Moreover, Codeluppi et al.[23] reported that there were more cases of facial palsy during the first year of the
COVID-19 pandemic than there had been during the same time the year before, suggesting
an elevated risk of FNP during or following COVID-19 infection. The fundamental weakness
in their study[23] is that, despite the fact that 21% of the sample from the 2020 cohort displayed
COVID-19 clinical symptoms, 37 out of the 38 included patients were not tested for
SARS-CoV-2. This is why it is incomprehensible that the review and conclusion used
just clinical data and excluded the findings of PCR tests.
Codeluppi et al.[23] should have assessed if there was a link between COVID-19 and FNP in the 1 COVID-positive
patient with facial palsy in their study. The results of nerve conduction studies
(NCSs), brain imaging findings, and cerebrospinal fluid (CSF) findings would be of
particular interest. Before attributing an increased frequency of facial palsy to
the infection, it is critical to establish a causal relationship between COVID-19
and BP. Furthermore, according to Codeluppi et al.,[23] in 2019 there were 2 patients with COVID-19-associated FNP. However, the outbreak
had not yet reached Europe at that point. How do the authors address this contradiction?

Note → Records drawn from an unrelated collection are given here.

/**
 * Saturation: how many new themes and sub-themes each transcript brought, in the order the
 * transcripts were coded. A template revision is credited to the transcript most recently begun
 * at the time of the revision (the last one whose first coding is at or before it), on the
 * reasoning that revisions are made while its material is being worked through. Revisions made
 * before any transcript was coded (the initial template, a priori themes) are reported apart.
 *
 * Only 'added' changes count as new. A split reports its new themes as 'added' changes too;
 * renames, moves, merges and edits reshape the template without adding to it.
 */

import { PATH_SEP } from '../template/names.js';

export interface RevisionChange {
  kind: string;
  id: string;
  /** The theme's path, levels joined by " > "; present for 'added' changes. */
  path?: string;
}

export interface RevisionRecord {
  rev?: number;
  /** ISO 8601. */
  created_at: string;
  changes: readonly RevisionChange[];
}

export interface TranscriptStart {
  transcript: string;
  /** ISO 8601: when the transcript's first coding was made. */
  firstCodedAt: string;
}

export interface AddedTheme {
  id: string;
  path: string;
  /** True for a top-level theme, false for a sub-theme at any depth. */
  topLevel: boolean;
  rev: number | null;
}

export interface SaturationPoint {
  transcript: string;
  /** 1-based position in coding order. */
  order: number;
  firstCodedAt: string;
  newThemes: number;
  newSubThemes: number;
  added: AddedTheme[];
  /** Totals since coding began, this transcript included. */
  cumulativeThemes: number;
  cumulativeSubThemes: number;
  cumulative: number;
}

export interface SaturationReport {
  /** Themes in revisions made before the first coding: the initial template. */
  beforeCoding: { themes: number; subThemes: number; added: AddedTheme[] };
  curve: SaturationPoint[];
}

function time(iso: string, what: string): number {
  const t = Date.parse(iso);
  if (Number.isNaN(t)) throw new RangeError(`${what} is not an ISO 8601 timestamp: ${JSON.stringify(iso)}`);
  return t;
}

export function saturationCurve(revisions: readonly RevisionRecord[], transcripts: readonly TranscriptStart[]): SaturationReport {
  // Coding order; ties keep the given order (stable sort).
  const order = transcripts
    .map((tr) => ({ tr, t: time(tr.firstCodedAt, `first coding of ${tr.transcript}`) }))
    .sort((a, b) => a.t - b.t);
  const buckets: AddedTheme[][] = order.map(() => []);
  const before: AddedTheme[] = [];

  const revs = revisions
    .map((r) => ({ r, t: time(r.created_at, `revision ${r.rev ?? ''}`.trim()) }))
    .sort((a, b) => a.t - b.t);
  for (const { r, t } of revs) {
    // The last transcript begun at or before this revision.
    let lo = 0;
    let hi = order.length;
    while (lo < hi) {
      const mid = (lo + hi) >> 1;
      if (order[mid]!.t <= t) lo = mid + 1;
      else hi = mid;
    }
    const target = lo === 0 ? before : buckets[lo - 1]!;
    for (const c of r.changes) {
      if (c.kind !== 'added') continue;
      const path = c.path ?? '';
      target.push({ id: c.id, path, topLevel: !path.includes(PATH_SEP), rev: r.rev ?? null });
    }
  }

  let cumThemes = 0;
  let cumSub = 0;
  const curve = order.map(({ tr }, i): SaturationPoint => {
    const added = buckets[i]!;
    const newThemes = added.filter((a) => a.topLevel).length;
    const newSubThemes = added.length - newThemes;
    cumThemes += newThemes;
    cumSub += newSubThemes;
    return {
      transcript: tr.transcript,
      order: i + 1,
      firstCodedAt: tr.firstCodedAt,
      newThemes,
      newSubThemes,
      added,
      cumulativeThemes: cumThemes,
      cumulativeSubThemes: cumSub,
      cumulative: cumThemes + cumSub,
    };
  });
  const top = before.filter((a) => a.topLevel).length;
  return { beforeCoding: { themes: top, subThemes: before.length - top, added: before }, curve };
}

The main limitation of the present study was the small sample size; larger cohort
studies and multicenter studies are required to support our findings. Another limitation
to the study is the period of follow-up of facial nerve recovery. We followed up our
patients for up to 6 months. A longer period of follow-up may be required for patients
without recovery of facial nerve function in up to one year.